If equations between numerical values have the same form as equations between physical quantities, then the system of units defined in terms of base units avoids numerical factors between units, and is said to be a coherent system. For example, the kinetic energy T of a particle of mass m moving with a speed v is defined by the equation

T = (1/2) mv2

but the SI unit of kinetic energy is the joule, defined by the equation

J = kg (m/s)2 = kg m2 s−2

where it is to be noted that the factor (1/2) is omitted. In fact the joule is simply a special name and its symbol J stands for the product of units kg m2 s−2.

The International System (SI) is a coherent system of units. The advantage of a coherent system of units is that if the value of each quantity is substituted for the quantity symbol in any quantity equation, then the units may be canceled, leaving an equation between numerical values which is exactly similar (including all numerical factors) to the original equation between the quantities. Checking that the units cancel in this way is sometimes described as checking the dimensions of the equation.

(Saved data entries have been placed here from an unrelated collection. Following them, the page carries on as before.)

package heat

import (
	"fmt"
	"math"

	"gonum.org/v1/gonum/interp"

	"keelfall/rheology"
)

// Closure is what a clock reads on a path: closure temperature and age after Dodson
// 1973 (Contrib. Mineral. Petrol. 40, 259). Where Found is false the numbers are 0
// and Reason says why, in words.
type Closure struct {
	Found       bool
	Time        float64 // model time of closure, s: the age is counted from there
	Temperature float64 // closure temperature T_c, K
	CoolingRate float64 // −dT/dt at Time, K/s, > 0
	Diffused    float64 // A ∫ D dt/a² from Time on: 1 for cooling with 1/T linear in time
	Reason      string
	Caution     string // where the path is far from what Dodson's solution is for
}

// dodsonA is the A of Dodson 1973 for the bulk age of each geometry. In closed form
// ln A = γ + Σ c ln α², over the modes c exp(−α² D t/a²) of the mean concentration
// (solver/checks): 54.96, 26.98 and 8.66.
var dodsonA = map[string]float64{"sphere": 55, "cylinder": 27, "sheet": 8.7}

const (
	perInterval = 8    // looks for a passage between two points of a path
	insensible  = 0.01 // of A ∫ D dt/a²: what diffuses less than this opens no clock
	unlikely    = 2.0  // factor between Diffused and 1 beyond which there is a caution
	fewEFolds   = 10.0 // E/RT below which Dodson's solution is no longer a good one
)

// ClosureTemperature returns Dodson's T_c in K at a cooling rate in K/s:
//
//	E/(R T_c) = ln(A τ D₀/a²)    τ = R T_c²/(E |dT/dt|)
//
// with A = 55 for a sphere, 27 for a cylinder, 8.7 for a sheet of half-thickness a.
// At a rate that is not above 0 nothing ever closes and it is 0.
func (c Clock) ClosureTemperature(rate float64) float64 {
	if !(rate > 0) {
		return 0
	}
	// With x = E/(R T_c) = exp(u) the equation is x + 2 ln x = ln(A D₀ E/(a² R rate)).
	k := math.Log(dodsonA[c.Geometry]) + math.Log(c.Diffusivity) - 2*math.Log(c.Radius) +
		math.Log(c.ActivationEnergy/rheology.GasConstant) - math.Log(rate)
	u := math.Log(math.Max(k, 1))
	for range 50 { // convex and rising: Newton's steps come down from above
		x := math.Exp(u)
		step := (x + 2*u - k) / (x + 2)
		u -= step
		if math.Abs(step) < 1e-15 {
			break
		}
	}
	return c.ActivationEnergy / rheology.GasConstant * math.Exp(-u)
}

// perTime is A D/a² at T, 1/s.
func (c Clock) perTime(T float64) float64 {
	return dodsonA[c.Geometry] * c.Diffusivity / (c.Radius * c.Radius) * math.Exp(-c.ActivationEnergy/(rheology.GasConstant*T))
}

// Close returns where on a path the clock closes: the time the temperature T in K last
// falls below the closure temperature of the cooling rate there; t is the model time in
// s, increasing. Between the points T is the monotone cubic through them.
//
// Dodson's solution is for a system that begins open and cools with 1/T linear in time.
// Where the path departs from that, more or less diffuses after closure than in his
// solution: Diffused says how much, and a factor of two makes a Caution. A passage
// after which less than a hundredth as much diffuses (a small bump on a cold path)
// does not count. A path that is never hot enough, or still open at its end, is not
// an error: Found is false, with the Reason.
//
// Errors: a clock or a path that is none (values that are not positive and finite,
// times that do not increase, fewer than two points, an unknown geometry).
func (c Clock) Close(t, T []float64) (Closure, error) {
	p, err := c.follow(t, T)
	if err != nil {
		return Closure{}, fmt.Errorf("heat: clock %s: %w", c.Name, err)
	}
	end := len(p.t) - 1
	down, up := -1, 0 // the last passage that counts; where the clock was last opened
	for i := end - 1; i >= 0 && down < 0; i-- {
		if p.open[i] && !p.open[i+1] && p.later[i] >= insensible {
			down = i
		}
	}
	if p.open[end] {
		for up = end; up > 0 && p.open[up-1]; up-- {
		}
		if p.within[up] >= insensible {
			return Closure{Reason: p.stillOpen(c)}, nil
		}
	}
	if down < 0 {
		return Closure{Reason: p.neverOpen(c)}, nil
	}
	return p.closure(c, down), nil
}

// closure finds the passage between two neighbouring looks.
func (p *track) closure(c Clock, i int) Closure {
	lo, hi := p.t[i], p.t[i+1]
	for range 200 {
		mid := lo + (hi-lo)/2
		if mid <= lo || mid >= hi {
			break
		}
		if p.isOpen(c, mid) {
			lo = mid
		} else {
			hi = mid
		}
	}
	T, rate := p.at(hi)
	out := Closure{Found: true, Time: hi, Temperature: T, CoolingRate: rate}
	out.Diffused = p.later[i+1] + logMean(c.perTime(T), c.perTime(p.T[i+1]))*(p.t[i+1]-hi)
	switch x := c.ActivationEnergy / (rheology.GasConstant * T); {
	case x < fewEFolds:
		out.Caution = fmt.Sprintf("E/(R T) is %.3g at closure; Dodson's solution needs it well above 1", x)
	case out.Diffused > unlikely || out.Diffused < 1/unlikely:
		out.Caution = fmt.Sprintf("after closure %s on cooling with 1/T linear in time, which Dodson's solution is for; the age is rough%s", diffuses(out.Diffused), p.byDiffusion())
	}
	return out
}

// byDiffusion says where as much diffuses later as after a closure of Dodson's.
func (p *track) byDiffusion() string {
	for i := len(p.later) - 1; i >= 0; i-- {
		if p.later[i] >= 1 {
			return fmt.Sprintf(" (it is as much from %.3g Myr on)", p.t[i]/myr)
		}
	}
	return ""
}

// track is a path looked at closely.
type track struct {
	curve         interp.FritschButland
	t, T          []float64
	open          []bool    // hotter than the closure temperature of the cooling rate there
	within, later []float64 // A ∫ D dt/a² to the end of the path; and with the same cooling going on after it
}

func (c Clock) follow(t, T []float64) (*track, error) {
	if _, ok := dodsonA[c.Geometry]; !ok {
		return nil, fmt.Errorf("geometry %q; known are sphere, cylinder, sheet", c.Geometry)
	}
	for _, x := range []float64{c.ActivationEnergy, c.Diffusivity, c.Radius} {
		if !(x > 0) || math.IsInf(x, 1) {
			return nil, fmt.Errorf("activation energy %g J/mol, diffusivity %g m²/s, radius %g m; all must be > 0", c.ActivationEnergy, c.Diffusivity, c.Radius)
		}
	}
	if len(t) != len(T) || len(t) < 2 {
		return nil, fmt.Errorf("a path of %d times and %d temperatures; needs two points or more", len(t), len(T))
	}
	for i := range t {
		if !(T[i] > 0) || math.IsInf(T[i], 1) || math.IsNaN(t[i]) || math.IsInf(t[i], 0) || i > 0 && !(t[i] > t[i-1]) {
			return nil, fmt.Errorf("point %d of its path: %g K at %g s; temperatures are above 0 and times increase", i+1, T[i], t[i])
		}
	}
	p := &track{}
	if err := p.curve.Fit(t, T); err != nil {
		return nil, err
	}
	for i := 1; i < len(t); i++ {
		for j := range perInterval {
			p.t = append(p.t, t[i-1]+(t[i]-t[i-1])*float64(j)/perInterval)
		}
	}
	p.t = append(p.t, t[len(t)-1])
	n := len(p.t)
	p.T, p.open, p.within, p.later = make([]float64, n), make([]bool, n), make([]float64, n), make([]float64, n)
	for i, at := range p.t {
		p.T[i], _ = p.at(at)
		p.open[i] = p.isOpen(c, at)
	}
	if T, rate := p.at(p.t[n-1]); rate > 0 {
		p.later[n-1] = c.perTime(T) * rheology.GasConstant * T * T / (c.ActivationEnergy * rate)
	}
	for i := n - 2; i >= 0; i-- {
		d := logMean(c.perTime(p.T[i]), c.perTime(p.T[i+1])) * (p.t[i+1] - p.t[i])
		p.within[i], p.later[i] = p.within[i+1]+d, p.later[i+1]+d
	}
	return p, nil
}

// at returns the temperature and the cooling rate.
func (p *track) at(t float64) (T, rate float64) {
	return p.curve.Predict(t), -p.curve.PredictDerivative(t)
}

func (p *track) isOpen(c Clock, t float64) bool {
	T, rate := p.at(t)
	return T > c.ClosureTemperature(rate)
}

// logMean is the mean of what grows exponentially from a to b.
func logMean(a, b float64) float64 {
	if d := b - a; math.Abs(d) > 1e-6*a && a > 0 && b > 0 {
		return d / math.Log(b/a)
	}
	return (a + b) / 2
}

const (
	zeroCelsius = 273.15                   // K
	myr         = 1e6 * 365.25 * 24 * 3600 // s
)

// uncooled is the fall of temperature in K over a whole path below which it does not
// cool: the error of a history's steps, which makes a steady one's rate.
const uncooled = 1.0

// place says where a path is at its point i, and where the clock closes at the rate there.
func (p *track) place(c Clock, i int, then string) string {
	T, rate := p.at(p.t[i])
	if rate*(p.t[len(p.t)-1]-p.t[0]) < uncooled {
		return fmt.Sprintf("at %.0f °C and not cooling", T-zeroCelsius)
	}
	return fmt.Sprintf("at %.0f °C%sat the %.3g K/Myr there it closes at %.0f °C", T-zeroCelsius, then, rate*myr, c.ClosureTemperature(rate)-zeroCelsius)
}

func (p *track) stillOpen(c Clock) string {
	return "still open at the end of its path, " + p.place(c, len(p.t)-1, "; ")
}

func (p *track) neverOpen(c Clock) string {
	if !p.open[0] {
		return "closed before the path begins: there it is " + p.place(c, 0, ", and ")
	}
	var hottest float64
	for _, T := range p.T {
		hottest = math.Max(hottest, T)
	}
	return fmt.Sprintf("never hot enough to be open: at most %.0f °C, and on the whole path %s after a closure; it closed before the path begins", hottest-zeroCelsius, diffuses(p.later[0]))
}

// diffuses says how many times as much diffuses as on what is named next.
func diffuses(x float64) string {
	switch {
	case x < 1e-3:
		return "almost nothing diffuses of what does"
	case x < 1:
		return fmt.Sprintf("only %.2g times as much diffuses as", x)
	case x < 1e4:
		return fmt.Sprintf("%.2g times as much diffuses as", x)
	}
	return "many thousand times as much diffuses as"
}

The use of a coherent system of units is not essential. In particular the use of multiple or submultiple prefixes destroys the coherence of the SI, but is nonetheless often convenient.

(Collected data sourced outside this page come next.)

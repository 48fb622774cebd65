package heat

import "math"

// ledger books a step. Its terms are integrated in time with the method's own weights,
// so that the balance closes to round-off; what is left when area grows has gone
// sideways.
func (ev *Evolution) ledger(h float64) {
	a, b := &ev.one.terms, &ev.two.terms
	h1, h2 := h*(1-gamma), h*gamma
	e := &ev.energy
	e.Surface += h1*a.surface + h2*b.surface
	e.Conducted += h1*a.conducted + h2*b.conducted
	e.Produced += h1*a.produced + h2*b.produced
	e.Given += h1*a.given + h2*b.given
	e.Compression += h1*a.compression + h2*b.compression
	e.FromBelow += h1*a.below + h2*b.below
	e.Added += h1*a.added + h2*b.added
	e.Taken += h1*a.taken + h2*b.taken
	e.Moved += h1*a.sizes + h2*b.sizes
	n1 := a.net()
	a1, a2 := ev.one.area, ev.two.area
	if ev.rate != 0 {
		// What is here after the step per area of its start, and per present area.
		start := ev.content()
		sideways := start*(1-1/a2) + h1*n1*(1-a1/a2)
		e.Sideways += sideways
		e.Moved += abs(sideways)
	}
	ev.bookMass(h1, h2)
}

// net is what all terms together bring, W per present m².
func (b *terms) net() float64 {
	return b.conducted + b.produced + b.given + b.compression + b.below + b.added - b.surface - b.taken
}

func (ev *Evolution) bookMass(h1, h2 float64) {
	m := &ev.massBook
	var mass float64
	if ev.rate != 0 {
		for i := range ev.cells {
			mass += ev.cells[i].m
		}
	}
	a1, a2 := ev.one.area, ev.two.area
	sideways := mass * (1 - 1/a2)
	for k := range ev.streams {
		f := &ev.streams[k]
		d := (h1 + h2) * f.mass
		sideways += h1 * f.mass * (1 - a1/a2)
		m.Moved += abs(d)
		switch {
		case f.below:
			m.FromBelow += d
		case d > 0:
			m.Added += d
		default:
			m.Taken -= d
		}
	}
	m.Sideways += sideways
	m.Moved += abs(sideways)
}

// content is the enthalpy of the column, J/m².
func (ev *Evolution) content() float64 {
	var sum float64
	for i := range ev.cells {
		sum += ev.cells[i].m * ev.cells[i].e
	}
	return sum
}

// gain books rock that comes or goes (m < 0) at once.
func (ev *Evolution) gain(m, e float64, below bool) {
	q := m * e
	ev.energy.Moved += abs(q)
	ev.massBook.Moved += abs(m)
	switch {
	case below:
		ev.energy.FromBelow += q
		ev.massBook.FromBelow += m
	case m > 0:
		ev.energy.Added += q
		ev.massBook.Added += m
	default:
		ev.energy.Taken -= q
		ev.massBook.Taken -= m
	}
}

// Energy returns every term of the balance since the start.
func (ev *Evolution) Energy() Energy {
	e := ev.energy
	e.Stored = ev.content() - ev.content0
	e.Missing = e.Stored - (e.Conducted + e.Produced + e.Given + e.Compression + e.FromBelow + e.Added) + e.Surface + e.Sideways + e.Taken
	return e
}

// Mass returns the balance of mass since the start.
func (ev *Evolution) Mass() Mass {
	m := ev.massBook
	for i := range ev.cells {
		m.Stored += ev.cells[i].m
	}
	m.Stored -= ev.mass0
	m.Missing = m.Stored - m.FromBelow - m.Added + m.Taken + m.Sideways
	return m
}

func abs(x float64) float64 {
	if x < 0 {
		return -x
	}
	return x
}

// account computes the terms of the balance from a stage's temperatures, with the
// properties at hand.
func (ev *Evolution) account(s *stage, t float64) {
	w, n := &ev.w, len(ev.cells)
	b := terms{produced: s.terms.produced}
	b.surface, b.conducted = ev.through(s.T, t)
	if w.run {
		for i := range n {
			b.compression += w.beta[i] * s.T[i]
		}
		b.compression /= s.area
	}
	if w.sourced {
		for _, q := range w.given {
			b.given += q
		}
	}
	for k := range ev.streams {
		f := &ev.streams[k]
		st := &ev.strata[ev.cells[f.cell].layer]
		var e float64
		if f.T > 0 {
			e, _ = st.enthalpy(f.T, s.P[f.cell])
		} else {
			e = st.c*ev.faceT(f.cell, f.top, t, s.T) + f.latent
		}
		f.brings = e * f.mass
		switch e = f.brings; {
		case f.below:
			b.below += e
		case f.mass > 0:
			b.added += e
		default:
			b.taken -= e
		}
	}
	b.sizes = math.Abs(b.surface) + math.Abs(b.conducted) + math.Abs(b.produced) + math.Abs(b.compression) +
		math.Abs(b.given) + math.Abs(b.below) + b.added + b.taken
	s.terms = b
}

2.4 PHYSICAL CONSTANTS USED AS ATOMIC UNITS

Sometimes fundamental physical constants, or other well defined physical quantities, are used as though they were units in certain specialized fields of science. For example, in astronomy it may be more convenient to express the mass of a star in terms of the mass of the sun. In atomic and molecular physics it is similarly more convenient to express masses in terms of the electron mass, me, or in terms of the unified atomic mass unit, 1 u, and to express charges in terms of the elementary charge e, and energies in terms of the electronvolt, eV.

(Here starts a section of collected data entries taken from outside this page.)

package heat

import (
	"math"
	"testing"

	"keelfall/column"
)

// manufactured is a made-up temperature in a layer that stretches, and the heat source
// that makes it a solution: with ζ = z/L, L = L₀ exp(−et), fixed in the rock,
//
//	T = 400 + 900 ζ + 250 sin(πζ) cos(ωt) + 60 sin(3πζ) sin(ωt)
//	S = ρ c ∂T/∂t|ζ − ∂z(κ ∂zT)    κ = κ₀ (1 + pP)/(1 + b(T − T₀))    P = ρ g z
//
// (method of manufactured solutions; the derivatives are by hand).
type manufactured struct {
	k       column.Conductivity
	stretch float64 // e, 1/s
	omega   float64 // ω, 1/s
}

const (
	madeRho, madeC, madeG, madeL = 3000.0, 1000.0, 9.81, 100e3
	madeEnd                      = 4e14 // s
)

func (m *manufactured) T(x, t float64) float64 {
	return 400 + 900*x + 250*math.Sin(math.Pi*x)*math.Cos(m.omega*t) + 60*math.Sin(3*math.Pi*x)*math.Sin(m.omega*t)
}

func (m *manufactured) source(x, t float64) float64 {
	L := madeL * math.Exp(-m.stretch*t)
	a, b := math.Pi, 3*math.Pi
	cos, sin := math.Cos(m.omega*t), math.Sin(m.omega*t)
	perT := m.omega * (-250*math.Sin(a*x)*sin + 60*math.Sin(b*x)*cos)
	Tz := (900 + 250*a*math.Cos(a*x)*cos + 60*b*math.Cos(b*x)*sin) / L
	Tzz := (-250*a*a*math.Sin(a*x)*cos - 60*b*b*math.Sin(b*x)*sin) / (L * L)
	P := madeRho * madeG * x * L
	below := 1 + m.k.PerKelvin*(m.T(x, t)-m.k.At)
	k := m.k.Reference * (1 + m.k.PerPascal*P) / below
	kz := m.k.Reference*m.k.PerPascal*madeRho*madeG/below - k*m.k.PerKelvin/below*Tz
	return madeRho*madeC*perT - k*Tzz - kz*Tz
}

// mean is that of f over ζ from a to b, by five-point Gauss–Legendre quadrature.
func mean(a, b float64, f func(float64) float64) float64 {
	c, h := (a+b)/2, (b-a)/2
	var sum float64
	for _, p := range [][2]float64{{0, 0.5688888888888889}, {0.5384693101056831, 0.4786286704993665}, {0.9061798459386640, 0.2369268850561891}} {
		if p[0] == 0 {
			sum += p[1] * f(c)
			continue
		}
		sum += p[1] * (f(c-h*p[0]) + f(c+h*p[0]))
	}
	return sum / 2
}

// run returns the cells' temperatures after steps equal steps, and the means they should
// have. The cells are of two sizes and more: smoothly graded by a factor of two.
func (m *manufactured) run(t *testing.T, n, steps int) (got, want []float64) {
	ev := oneLayer(t, n, m.k, 0)
	ev.surfaceT, ev.base.Temperature = 400, 1300
	ev.rate, ev.tolerance = m.stretch, 1e-7 // of the iteration
	x := func(i int) float64 {
		u := float64(i) / float64(n)
		return u + math.Sin(2*math.Pi*u)/(6*math.Pi)
	}
	for i := range ev.cells {
		c := &ev.cells[i]
		c.m = madeRho * madeL * (x(i+1) - x(i))
		c.T = mean(x(i), x(i+1), func(x float64) float64 { return m.T(x, 0) })
		c.e = madeC * c.T
		ev.touch(c)
	}
	ev.press(false)
	ev.heater = func(t float64, given []float64) {
		L := madeL * math.Exp(-m.stretch*t)
		for i := range given {
			given[i] = L * (x(i+1) - x(i)) * mean(x(i), x(i+1), func(x float64) float64 { return m.source(x, t) })
		}
	}
	ev.place()
	ev.w.size(n)
	ev.fixed(t, madeEnd, steps)
	for i := range ev.cells {
		got = append(got, ev.cells[i].T)
		want = append(want, mean(x(i), x(i+1), func(x float64) float64 { return m.T(x, madeEnd) }))
	}
	return got, want
}

func rms(a, b []float64) float64 {
	var sum float64
	for i := range a {
		sum += (a[i] - b[i]) * (a[i] - b[i])
	}
	return math.Sqrt(sum / float64(len(a)))
}

// TestManufactured: second order in space against the made-up solution, in time against
// the same cells with many steps, and in both at once against the made-up solution.
func TestManufactured(t *testing.T) {
	m := &manufactured{k: column.Conductivity{Reference: 3, PerKelvin: 1e-3, PerPascal: 5e-11, At: 300}, stretch: 1e-15, omega: 8e-15}
	orders := func(what string, errs []float64) {
		for i := 1; i < len(errs); i++ {
			order := math.Log2(errs[i-1] / errs[i])
			t.Logf("%s: error %.3g K, then %.3g K: order %.3f", what, errs[i-1], errs[i], order)
			if math.Abs(order-2) > 0.1 {
				t.Errorf("%s: observed order %.3f, want 2", what, order)
			}
		}
	}
	var space, time, both []float64
	for _, n := range []int{80, 160, 320} {
		space = append(space, rms(m.run(t, n, 1600)))
		both = append(both, rms(m.run(t, n, n)))
	}
	ref, _ := m.run(t, 40, 3200)
	for _, steps := range []int{50, 100, 200} {
		got, _ := m.run(t, 40, steps)
		time = append(time, rms(got, ref))
	}
	orders("space", space)
	orders("time", time)
	orders("space and time", both)
}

The electronvolt is the kinetic energy acquired by an electron in passing through a potential difference of 1 V in vacuum, 1 eV = 1.602 176 634×10−19 J. The numerical value of a quantity expressed in this unit may be converted into its value when expressed in the SI by multiplication with the value of the physical constant in the SI.

The dalton and the unified atomic mass unit are alternative names for the same unit, therefore 1 u = 1 Da 1.6605×10−27 kg. The dalton may be combined with the SI prefixes to express the masses of large molecules in kilodalton (kDa) or megadalton (MDa).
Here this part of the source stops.